TOC From Elemental Capture Spectroscopy (ECS) Logs
The ECS log measures the weight contribution of various elements in
the formation, for example calcium, oxygen, iron, silicon, and so
forth. By using a least squares statistical approach, the elements
can be composed into the minerals that might be present in the
rocks. One of the minerals can be kerogen. Results are in weight
fraction so kerogen can be compared directly to geochemical assays
from the lab. The TOC and XRD or XRF lab data can be used to
constrain the inversions, giving results that will naturally match
kerogen and mineralogy data quite well. An example is shown at the
end pf this web page.
TOC LOG ANALYSIS EXAMPLES
TOC calculated from Passey DlogR Method. There are numerous
published examples with much worse correlations between calculated
and measured TOC, usually attributed to varying proportions of Type
I, II, and III kerogen or mineral variations (calcite, dolomite,
pyrite, and quartz) in the shale.
The figure above shows a comparison of the DlogR method with the
Issler model. Both methods use sonic and resistivity logs to
calculate the depth variation in TOC. Red dots represent measured
TOC analyzed on core
samples using a Rock-Eval 2 instrument; blue dots represent
re-analyses of the same samples using a Rock-Eval 6 instrument. For
the Issler model, results are presented for both empirical (blue)
and Archie (green) resistivity porosity methods. The DlogR method
gives poor results for this well when observed thermal maturity is
used (LOM = 5.0) An LOM value of 6.9 provides a good fit to the data but
it is not representative of the true maturity.
A nuclear magnetic effective porosity curves
(light grey on porosity track) shows a close match to shale and
kerogen corrected density-neutron effective porosity (left edge of red shading).

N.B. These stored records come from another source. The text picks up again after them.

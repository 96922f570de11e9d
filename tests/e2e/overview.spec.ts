import { expect, expectCleanPage, test } from "./fixtures";

test("the overview shows the demo site's zones and devices from the database", async ({ page, watch }) => {
  await page.goto("/");
  await expect(page).toHaveURL(/\/sites$/);
  await page.getByRole("link", { name: /Larch Lane Studio/ }).click();

  await expect(page.getByRole("heading", { level: 1, name: "Larch Lane Studio" })).toBeVisible();
  for (const zone of ["Shop floor", "Workshop", "Textile room", "Front path", "Back door", "Flat"]) {
    await expect(page.getByRole("heading", { level: 3, name: zone, exact: true })).toBeVisible();
  }
  const path = page.getByRole("article", { name: "Zone Front path" });
  await expect(path.getByText("Front path motion sensor")).toBeVisible();
  await expect(path.getByText("group 0xC004")).toBeVisible();
  await expect(page.getByRole("link", { name: "Overview" })).toHaveAttribute("aria-current", "page");

  await expectCleanPage(page, watch);
});

test("the device filter narrows the zones by name and power source", async ({ page, watch }) => {
  await page.goto("/sites/larch-lane");
  await page.getByLabel("Find a device").fill("climate");
  await expect(page.getByText("3 of 28 devices match.")).toBeVisible();
  await expect(page.getByRole("article", { name: "Zone Front path" })).toHaveCount(0);

  await page.getByLabel("Find a device").fill("");
  await page.getByLabel("Power").selectOption("kinetic");
  await expect(page.getByText("4 of 28 devices match.")).toBeVisible();
  await expect(page.getByRole("article", { name: "Zone Shop floor" }).getByText("Counter call button")).toBeVisible();
  await expectCleanPage(page, watch);
});

test("an unknown site shows a not-found page", async ({ page }) => {
  const res = await page.goto("/sites/no-such-site");
  expect(res?.status()).toBe(404);
  await expect(page.getByRole("heading", { name: "No such site" })).toBeVisible();
});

Dark shading on porosity track is kerogen volume. NMR porosity, and corrected effective porosity
match very well. The NMR effective porosity is unaffected by
kerogen and clay bound water. The far right
hand track is the mineralogy from an Elemental Capture
Spectroscopy (ECS) log in weight fraction (excludes porosity but
includes TOC). TOC from cores, Issler method, and ECS are in the
track to the left of the porosity. They also match quite well.
The ECS inversion was also calibrated to TOC and XRD data to get a match
as good as this. Clay volume in second track from the right is
from thorium curve calibrated to XRD total clay, with clay
volume from ECS superimposed to show the close agreement.
Everything makes sense when you CALIBRATE to lab data but may be
NONSENSE if you don't gather the right data.